= Theodore E. Cummings =

Austrian-born American diplomat

Theodore E. Cummings (December 25, 1907 – March 30, 1982) was an Austrian-born American diplomat. A non-career appointee, he served as the American ambassador extraordinary and plenipotentiary to Austria until his death on March 30, 1982.

A longtime friend of Ronald Reagan, Cummings was considered a member of his Kitchen Cabinet.
He had known Reagan for a long time before he became president. Cummings had served in Reagan's governor administration as commissioner of the California Commission on Judicial Qualification, California Hospital Commissioner and as a member of the Commission on Health Services Industry of the Cost of Living Council.

==Biography==
Cummings was a native of Austria.

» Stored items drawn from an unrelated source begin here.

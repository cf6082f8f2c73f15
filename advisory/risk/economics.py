"""Does protecting a block tonight pay?  The cost-loss decision, for many blocks at once.

Pure and vectorised over blocks: no database, no network.

Cost-loss model
---------------
A user who can protect at cost ``C`` against a loss ``L`` that happens with
probability ``p`` minimises the expected expense by protecting exactly when
``p > C / L`` (Thompson 1952 [1]_; Murphy 1977 [2]_).  Protection here is not
perfect and the loss not all-or-nothing, so the rule is applied in its
expected-value form: protect when the expected loss avoided,
``E[loss without] - E[loss with]``, exceeds the cost of running the method.
With a perfect method and an all-or-nothing loss it reduces to ``p > C / L``
(:func:`cost_loss_protect`).

Expected loss
-------------
The damage distribution is that of :mod:`advisory.risk.frost`: the bud kill
at the night's effective exposure temperature, the minimum plus an offset
(sustained minimum and duration), averaged over the forecast distribution of
the minimum (equal-probability quantiles).  Protection lifts the exposure by
the method's protection in °C, so the distribution is shifted by it.  The
loss is the expected kill fraction times the crop value of the block (value
per hectare times area); a block or method without values gets no figures
(NaN), never a guess.

Cost of a night: the method's running cost per hour times the hours it runs,
plus its fixed cost per night.

References
----------
.. [1] Thompson, J. C. (1952) On the operational deficiencies in categorical
   weather forecasts. Bull. Amer. Meteor. Soc. 33, 223-226.
.. [2] Murphy, A. H. (1977) The value of climatological, categorical and
   probabilistic forecasts in the cost-loss ratio situation. Mon. Wea. Rev.
   105, 803-816.
.. [3] Katz, R. W., Murphy, A. H. & Winkler, R. L. (1982) Assessing the value
   of frost forecasts to orchardists. J. Appl. Meteor. 21, 518-531 (citation
   details from memory).
.. [4] Snyder, R. L. & de Melo-Abreu, J. P. (2005) Frost Protection:
   fundamentals, practice and economics, vol. 1/2. FAO (economics of
   protection; citation details from memory).
"""

from __future__ import annotations

import math
from collections.abc import Mapping
from dataclasses import dataclass

import numpy as np

from advisory.risk.damage import kill_fraction


def cost_loss_protect(p_loss, cost, loss):
    """The cost-loss rule: protect when the probability of loss exceeds C/L.

    Parameters
    ----------
    p_loss : array_like
        Probability that the loss happens without protection [0-1].
    cost : array_like
        Cost of protecting (in the farm's currency).
    loss : array_like
        Loss avoided by protecting when the event happens (same currency).

    Returns
    -------
    ndarray of bool
        True where ``p_loss > cost / loss``; False where ``loss <= 0``.

    References
    ----------
    .. [1] Thompson (1952); [2] Murphy (1977).
    """
    p, c, big_l = (np.asarray(a, float) for a in (p_loss, cost, loss))
    with np.errstate(divide="ignore", invalid="ignore"):
        ratio = np.where(big_l > 0, c / np.where(big_l > 0, big_l, 1.0), np.inf)
    out = p > ratio
    return bool(out) if out.ndim == 0 else out


def expected_kill(min_quantiles_c, offset_c, t10_c, t90_c, protection_c=0.0):
    """Expected bud kill over the forecast distribution of the minimum, optionally shifted by protection.

    Parameters
    ----------
    min_quantiles_c : array_like, shape (n, k)
        Equal-probability quantiles of each block's night minimum [°C] (for
        example ``MinTempForecast.quantiles((arange(k) + 0.5) / k)``).
    offset_c : array_like, shape (n,)
        Effective exposure temperature minus the night minimum [°C]
        (``DamageArrays.sustained_offset_c - DamageArrays.duration_shift_c``;
        0 to use the minimum itself).
    t10_c, t90_c : array_like, shape (n,)
        Critical temperatures [°C].
    protection_c : array_like, shape (n,) or scalar
        Rise of the bud temperature the method gives [°C] (0 = unprotected).

    Returns
    -------
    ndarray, shape (n,)
        Expected killed fraction [0-1].
    """
    q = np.atleast_2d(np.asarray(min_quantiles_c, float))
    n = q.shape[0]
    off = np.broadcast_to(np.asarray(offset_c, float), (n,))
    lift = np.broadcast_to(np.asarray(protection_c, float), (n,))
    t10 = np.broadcast_to(np.asarray(t10_c, float), (n,))[:, None]
    t90 = np.broadcast_to(np.asarray(t90_c, float), (n,))[:, None]
    return kill_fraction(q + (off + lift)[:, None], t10, t90).mean(axis=1)


@dataclass(frozen=True)
class NightEconomics:
    """Expected losses and costs for one night, all arrays shape (n,), in the farm's currency.

    NaN where a block lacks a value it needs (crop value, or the method's
    costs or protection).

    Attributes
    ----------
    loss_without, loss_with : ndarray
        Expected loss without and with protection.
    running_cost : ndarray
        Cost of running the method tonight (hourly cost x hours + fixed cost).
    saving : ndarray
        ``loss_without - loss_with - running_cost``: the expected net gain of protecting.
    pays : ndarray of bool
        Protecting pays (``saving > 0``); False where NaN.
    """

    loss_without: np.ndarray
    loss_with: np.ndarray
    running_cost: np.ndarray
    saving: np.ndarray
    pays: np.ndarray


def night_economics(min_quantiles_c, offset_c, t10_c, t90_c, protection_c, crop_value_per_ha, area_ha,
                    running_cost_per_h, run_hours, fixed_cost_per_night) -> NightEconomics:
    """Expected loss without and with protection, the running cost, and whether protecting pays.

    Parameters
    ----------
    min_quantiles_c : array_like, shape (n, k)
        Equal-probability quantiles of the night minimum [°C].
    offset_c : array_like, shape (n,)
        Effective exposure minus minimum [°C] (see :func:`expected_kill`).
    t10_c, t90_c : array_like, shape (n,)
        Critical temperatures of the recorded stage [°C].
    protection_c : array_like, shape (n,)
        The method's protection [°C]; NaN where unknown.
    crop_value_per_ha : array_like, shape (n,)
        Value of the crop [currency/ha]; NaN where not given.
    area_ha : array_like, shape (n,)
        [ha].
    running_cost_per_h : array_like, shape (n,)
        Running cost of the method on the block [currency/h] (fuel, water,
        power, labour); NaN where not given.
    run_hours : array_like, shape (n,)
        Hours the method would run tonight [h] (the plan's run hours).
    fixed_cost_per_night : array_like, shape (n,)
        Fixed cost of a night's run [currency]; 0 where there is none.

    Returns
    -------
    NightEconomics

    References
    ----------
    .. [1] Thompson (1952); [2] Murphy (1977); [3] Katz et al. (1982).
    """
    value = np.asarray(crop_value_per_ha, float) * np.asarray(area_ha, float)
    k0 = expected_kill(min_quantiles_c, offset_c, t10_c, t90_c, 0.0)
    lift = np.asarray(protection_c, float)
    k1 = expected_kill(min_quantiles_c, offset_c, t10_c, t90_c, np.where(np.isfinite(lift), lift, 0.0))
    k1 = np.where(np.isfinite(lift), k1, np.nan)
    cost = (np.asarray(running_cost_per_h, float) * np.asarray(run_hours, float)
            + np.nan_to_num(np.asarray(fixed_cost_per_night, float), nan=0.0))
    loss0 = value * k0
    loss1 = value * k1
    saving = loss0 - loss1 - cost
    pays = np.where(np.isfinite(saving), saving > 0, False)
    return NightEconomics(loss0, loss1, cost, saving, pays)


def visit_order(saving, crew_size: int | None = None) -> tuple[np.ndarray, np.ndarray]:
    """Order blocks by expected saving; mark those the crew can reach.

    Parameters
    ----------
    saving : array_like, shape (n,)
        Expected net saving of protecting each block (NaN where unknown).
    crew_size : int, optional
        How many blocks the crew can start and tend in one night; None for no
        limit.

    Returns
    -------
    order : ndarray of int, shape (n,)
        Block indices, largest saving first; blocks without a figure (NaN)
        last, in their given order (stable).
    reached : ndarray of bool, shape (n,)
        By block index: within the crew's reach, in that order, and with a
        positive saving.
    """
    s = np.asarray(saving, float)
    key = np.where(np.isfinite(s), -s, np.inf)
    order = np.argsort(key, kind="stable")
    rank = np.empty(len(s), dtype=int)
    rank[order] = np.arange(len(s))
    limit = len(s) if crew_size is None else max(int(crew_size), 0)
    reached = (rank < limit) & np.isfinite(s) & (s > 0)
    return order, reached


def _money(x: float) -> str:
    return f"{x:,.0f}"


def economics_sentence(loss_without: float, loss_with: float, running_cost: float,
                       currency: str | None) -> str | None:
    """The one-line verdict, or None when any figure is missing (never a guess).

    Returns
    -------
    str or None
        e.g. ``"expected loss 4,100 without, 600 with, running cost 900 (USD): protecting pays"``.
    """
    vals = (loss_without, loss_with, running_cost)
    if not currency or any(v is None or not math.isfinite(float(v)) for v in vals):
        return None
    pays = loss_without - loss_with > running_cost
    verdict = "protecting pays" if pays else "protecting does not pay"
    return (f"expected loss {_money(loss_without)} without, {_money(loss_with)} with, "
            f"running cost {_money(running_cost)} ({currency}): {verdict}")


def method_protection_c(kind: str, params: Mapping, inversion_c: float | None = None,
                        wind_machine_gain_fraction: float = 0.5) -> float:
    """A method's protection [°C] for the economics, or NaN when unknown.

    The equipment's own ``protection_c`` (farm file) wins; otherwise a wind
    machine recovers ``wind_machine_gain_fraction`` of the measured inversion,
    as the frost plan models it; other methods without the key give NaN (no
    figures, never a guess).
    """
    v = params.get("protection_c")
    if v is not None:
        return float(v)
    if kind == "wind_machine" and inversion_c is not None and math.isfinite(inversion_c):
        return max(float(inversion_c), 0.0) * float(wind_machine_gain_fraction)
    return math.nan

He was a resident of Beverly Hills, California, at the time of his death from cancer at Cedars-Sinai Medical Center. He was Chairman of Cedars-Sinai from 1954 until his appointment as Ambassador. Prior to that, he opened the first Food Giant supermarket, in 1944, in Long Beach and then went on to build and develop a string of stores called Builders Emporiums. He sold his holdings in 1968 for $52.5 million to Vornado Inc., of Garfield, New Jersey. Cummings died in Los Angeles, California on March 30, 1982, at the age of 74.